(Beginning of Supplied entries)
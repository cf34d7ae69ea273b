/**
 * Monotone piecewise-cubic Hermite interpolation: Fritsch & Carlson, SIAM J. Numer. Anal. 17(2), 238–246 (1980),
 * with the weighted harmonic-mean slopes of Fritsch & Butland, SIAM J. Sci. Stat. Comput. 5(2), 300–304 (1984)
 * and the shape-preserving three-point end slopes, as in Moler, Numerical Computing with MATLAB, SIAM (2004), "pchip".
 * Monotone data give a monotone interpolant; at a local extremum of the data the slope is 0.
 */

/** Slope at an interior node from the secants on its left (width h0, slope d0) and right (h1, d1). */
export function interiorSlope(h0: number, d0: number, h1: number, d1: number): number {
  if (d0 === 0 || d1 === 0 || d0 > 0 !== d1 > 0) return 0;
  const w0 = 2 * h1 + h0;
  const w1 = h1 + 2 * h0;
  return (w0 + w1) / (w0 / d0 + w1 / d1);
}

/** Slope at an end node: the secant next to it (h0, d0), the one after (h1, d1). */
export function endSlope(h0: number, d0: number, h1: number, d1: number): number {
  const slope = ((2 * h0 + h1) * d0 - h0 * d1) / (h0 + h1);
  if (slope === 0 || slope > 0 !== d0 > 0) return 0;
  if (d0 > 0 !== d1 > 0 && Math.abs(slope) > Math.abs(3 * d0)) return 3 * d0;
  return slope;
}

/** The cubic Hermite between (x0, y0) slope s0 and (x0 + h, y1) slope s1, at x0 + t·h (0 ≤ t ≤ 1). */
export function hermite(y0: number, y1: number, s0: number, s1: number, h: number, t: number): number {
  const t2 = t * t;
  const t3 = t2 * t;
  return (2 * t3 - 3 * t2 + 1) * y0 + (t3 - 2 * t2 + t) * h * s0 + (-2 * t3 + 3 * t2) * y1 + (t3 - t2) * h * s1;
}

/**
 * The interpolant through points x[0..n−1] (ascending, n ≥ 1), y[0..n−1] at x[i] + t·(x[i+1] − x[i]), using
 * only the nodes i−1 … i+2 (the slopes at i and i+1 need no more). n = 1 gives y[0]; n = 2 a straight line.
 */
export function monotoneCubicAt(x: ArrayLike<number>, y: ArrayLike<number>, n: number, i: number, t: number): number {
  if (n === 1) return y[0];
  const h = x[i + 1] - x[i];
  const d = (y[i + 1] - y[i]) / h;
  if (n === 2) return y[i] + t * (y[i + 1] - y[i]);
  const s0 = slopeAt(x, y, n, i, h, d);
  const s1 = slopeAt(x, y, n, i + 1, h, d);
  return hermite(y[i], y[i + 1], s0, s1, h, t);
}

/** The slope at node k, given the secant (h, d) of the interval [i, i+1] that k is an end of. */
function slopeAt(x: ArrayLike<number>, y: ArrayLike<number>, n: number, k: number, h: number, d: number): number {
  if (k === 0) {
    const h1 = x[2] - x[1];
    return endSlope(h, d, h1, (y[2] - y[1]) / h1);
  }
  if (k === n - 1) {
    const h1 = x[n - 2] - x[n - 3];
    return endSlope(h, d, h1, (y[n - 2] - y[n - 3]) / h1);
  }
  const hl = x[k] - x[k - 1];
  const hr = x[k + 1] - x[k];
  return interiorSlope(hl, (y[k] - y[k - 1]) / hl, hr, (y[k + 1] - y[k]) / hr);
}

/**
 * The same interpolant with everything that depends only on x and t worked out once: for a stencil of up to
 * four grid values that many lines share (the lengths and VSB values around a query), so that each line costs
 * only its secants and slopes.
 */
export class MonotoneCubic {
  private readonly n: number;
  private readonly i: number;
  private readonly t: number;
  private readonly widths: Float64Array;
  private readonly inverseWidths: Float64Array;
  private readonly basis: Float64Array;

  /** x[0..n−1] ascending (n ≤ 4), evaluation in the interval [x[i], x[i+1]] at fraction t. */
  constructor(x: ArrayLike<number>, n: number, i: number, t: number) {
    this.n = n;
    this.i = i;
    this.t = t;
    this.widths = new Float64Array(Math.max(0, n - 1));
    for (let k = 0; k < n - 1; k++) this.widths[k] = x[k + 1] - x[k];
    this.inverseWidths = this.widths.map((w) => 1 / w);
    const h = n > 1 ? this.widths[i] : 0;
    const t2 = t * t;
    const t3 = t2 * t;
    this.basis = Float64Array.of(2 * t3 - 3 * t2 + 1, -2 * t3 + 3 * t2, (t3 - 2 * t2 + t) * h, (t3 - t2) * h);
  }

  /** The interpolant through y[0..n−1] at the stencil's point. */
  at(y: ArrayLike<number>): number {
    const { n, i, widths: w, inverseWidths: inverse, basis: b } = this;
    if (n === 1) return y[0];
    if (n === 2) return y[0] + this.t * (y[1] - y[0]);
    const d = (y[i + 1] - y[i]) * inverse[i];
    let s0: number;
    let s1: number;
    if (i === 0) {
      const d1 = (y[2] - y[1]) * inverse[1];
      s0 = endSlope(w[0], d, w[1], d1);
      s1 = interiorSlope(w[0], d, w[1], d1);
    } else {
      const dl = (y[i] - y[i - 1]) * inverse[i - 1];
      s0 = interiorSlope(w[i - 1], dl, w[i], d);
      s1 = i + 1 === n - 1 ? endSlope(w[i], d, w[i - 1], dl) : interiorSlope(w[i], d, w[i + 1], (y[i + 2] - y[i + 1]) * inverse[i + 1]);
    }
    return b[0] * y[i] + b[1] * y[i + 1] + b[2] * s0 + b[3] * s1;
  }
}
(End of Supplied entries)
__What to work on__.
Write out each line above with the word "basis".

__Written response__.
  private readonly basis: Float64Array;
    this.basis = Float64Array.of(2 * t3 - 3 * t2 + 1, -2 * t3 + 3 * t2, (t3 - 2 * t2 + t) * h, (t3 - t2) * h);
    const { n, i, widths: w, inverseWidths: inverse, basis: b } = this;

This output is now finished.